Based on and subject to the foregoing, we are of the opinion that commencing with ART’s taxable year ended December 31, 2003, and SR Inc.’s taxable year ended December 31, 2005, each of ART and SR Inc. has been organized and operated in conformity with the requirements for qualification and taxation as a real estate investment trust (a “REIT”) under the Code, and each of ART’s and SR Inc.’s current and proposed method of operation, as described in the Registration Statement, will enable ART and SR Inc. to continue to meet the requirements for qualification and taxation as REITs under the Code.

 

As noted in the Registration Statement, ART’s and SR Inc.’s qualification and taxation as a REIT depend upon their ability to meet, through actual operating results, certain requirements relating to the sources of their income, the nature of their assets, their distribution levels and the diversity of their stock ownership, and various other qualification tests imposed under the Code, the results of which are not reviewed by us. Accordingly, no assurance can be given that the actual results of the operation of ART or SR Inc. for any one taxable year will satisfy the requirements for taxation as a REIT under the Code.

 

We express no opinion on any issue relating to ART, SR Inc., or any investment therein, other than as expressly stated above.

 

 

 

 

Arbor Realty Trust, Inc.
February 7, 2022
Page 4

 

This opinion is expressed as of the date hereof, and we are under no obligation to supplement or revise our opinion to reflect any legal developments or factual matters arising subsequent to the date hereof or the impact of any information, document, certificate, record, statement, representation, covenant, or assumption relied upon herein that becomes incorrect or untrue. This opinion is furnished to you in connection with the filing of the Registration Statement.
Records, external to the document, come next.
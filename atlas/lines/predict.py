"""Predicted depth of every line of a list in one star, from its Teff and log g.

``predict_depths(lines, teff_k, logg)`` keeps the rows predicted deeper than
``threshold`` (fraction of the continuum at line centre) and adds their depth as
``predicted_depth``.  The physics is the synthesis's own (one model, not two):

* the representative layer of the star (``atlas.synth.photosphere``),
* LTE populations from the Boltzmann and Saha equations with the partition
  functions, ionisation energies and solar abundances of ``atlas.synth.atoms``
  (the sources are named there),
* each line's integrated opacity ratio and Doppler / damping widths
  (``atlas.synth.strengths``),
* the curve of growth and the broadening to the star's line width
  (``atlas.synth.depths``).

Lines of species with no atomic data are skipped and named in
``result.attrs["notes"]``; molecular band heads and telluric rows are not predicted.

Example
-------
>>> from atlas.lines.dense import load_merged_lines
>>> from atlas.lines.predict import predict_depths
>>> sun = predict_depths(load_merged_lines(), 5772.0, 4.44)  # doctest: +SKIP
>>> sun.nlargest(3, "predicted_depth")[["species", "air_A"]]  # doctest: +SKIP

References
----------
Gray, D. F., *The Observation and Analysis of Stellar Photospheres*, 3rd ed. (2005),
ch. 1, 8, 11 and 13.
"""

from __future__ import annotations

import math
import re

import numpy as np
import pandas as pd

from atlas.errors import InputError
from atlas.synth.atoms import parse_species
from atlas.synth.depths import line_depths
from atlas.synth.photosphere import LOGG_REF, layer
from atlas.synth.strengths import atomic_lines

#: Default threshold: lines predicted deeper than 1 % of the continuum are kept.
DEPTH_THRESHOLD = 0.01
#: Line FWHM (km/s) used when none is given: a spectrograph of R = 50,000 (c / R,
#: our choice of a typical high-resolution instrument).
DEFAULT_LINE_FWHM_KMS = 6.0
#: Microturbulence (km/s) of the prediction: the synthesis's default star.
MICRO_KMS = 1.5

#: log g (cgs) by luminosity class: typical values of dwarfs, subgiants, giants,
#: bright giants and supergiants of types F-K (Gray 2005, appendix B; from memory,
#: rounded).  Luminosity class V and VI (and IV-V) count as dwarfs.
LOGG_BY_LUMINOSITY = {
    "VI": 4.5,
    "V": 4.5,
    "IV": 3.8,
    "III": 2.5,
    "II": 1.8,
    "Ib": 1.2,
    "Iab": 1.0,
    "Ia": 0.8,
    "I": 1.0,
    "0": 0.5,
}
_TYPE = re.compile(r"^\s*[OBAFGKM]\s*(?:\d+(?:\.\d+)?)?\s*(.*)$", re.DOTALL)
_LUM = re.compile(r"^(Ia\+|Iab|Ia|Ib|VI|IV|V|III|II|I|0)(?![A-Za-z])")


def logg_of_class(spectral_class: str) -> float | None:
    """log g (cgs) for the luminosity class of ``spectral_class`` ("G2 V" -> 4.5,
    "K0 III" -> 2.5); None when the class names no luminosity class ("G2")."""
    t = _TYPE.match(str(spectral_class or ""))
    m = None if t is None else _LUM.match(t.group(1))  # the subtype's digits are taken first
    if m is None:
        return None
    lum = m.group(1).replace("Ia+", "0")
    return LOGG_BY_LUMINOSITY[lum]


def _check(teff_k, logg, line_fwhm_kms, threshold) -> tuple[float, float, float, float]:
    def number(name, value):
        try:
            v = float(value)
        except (TypeError, ValueError):
            raise InputError(name, f"must be a number, not {value!r}") from None
        if not math.isfinite(v):
            raise InputError(name, f"must be finite, not {value!r}")
        return v

    t = number("teff_k", teff_k)
    if not 2000.0 <= t <= 60000.0:
        raise InputError("teff_k", f"{t:g} K is outside 2,000-60,000 K")
    g = LOGG_REF if logg is None else number("logg", logg)
    if not -1.0 <= g <= 6.0:
        raise InputError("logg", f"{g:g} is outside -1..6 (cgs)")
    w = DEFAULT_LINE_FWHM_KMS if line_fwhm_kms is None else number("line_fwhm_kms", line_fwhm_kms)
    if w < 0:
        raise InputError("line_fwhm_kms", f"must not be negative, not {w:g}")
    d = number("threshold", threshold)
    if not 0.0 <= d < 1.0:
        raise InputError("threshold", f"must be in [0, 1), not {d:g}")
    return t, g, w, d


def _notes(lines: pd.DataFrame) -> list[str]:
    atomic = lines.loc[lines["kind"].astype(str) == "atomic", "species"].astype(str)
    counts = atomic.value_counts(sort=False)
    missing = sorted(s for s in counts.index if parse_species(s) is None)
    return [f"no atomic data for {s}: its {int(counts[s])} lines skipped" for s in missing]


def predict_depths(
    lines: pd.DataFrame,
    teff_k: float,
    logg: float | None = None,
    *,
    line_fwhm_kms: float | None = None,
    threshold: float = DEPTH_THRESHOLD,
) -> pd.DataFrame:
    """Rows of ``lines`` predicted deeper than ``threshold`` in a star of ``teff_k`` (K)
    and ``logg`` (cgs; None = a dwarf, log g 4.5), broadened to ``line_fwhm_kms``
    (km/s; None = ``DEFAULT_LINE_FWHM_KMS``).

    Returns those rows with an added float column ``predicted_depth`` (fraction of
    the continuum at line centre, in [0, 1)), sorted by ``vacuum_A``, index reset;
    ``attrs["notes"]`` names the species skipped for want of atomic data.
    """
    t, g, w, d = _check(teff_k, logg, line_fwhm_kms, threshold)
    ls = atomic_lines(lines, layer(t, g), micro_kms=MICRO_KMS)
    depth, _ = line_depths(ls, t, w, floor=d)
    keep = depth > d
    out = lines.iloc[ls.row[keep]].copy()
    out["predicted_depth"] = depth[keep].astype(np.float64)
    out = out.sort_values("vacuum_A", kind="stable").reset_index(drop=True)
    out.attrs["notes"] = _notes(lines)
    return out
We consent to the filing of this opinion as an exhibit to the Registration Statement and to the reference to Skadden, Arps, Slate, Meagher & Flom LLP under the headings “Supplement to U.S. Federal Income Tax Considerations” and “Legal Matters” in the Prospectus. In giving this consent, we do not thereby admit that we are in the category of persons whose consent is required under Section 7 of the Securities Act of 1933, as amended, or the rules and regulations of the Securities and Exchange Commission.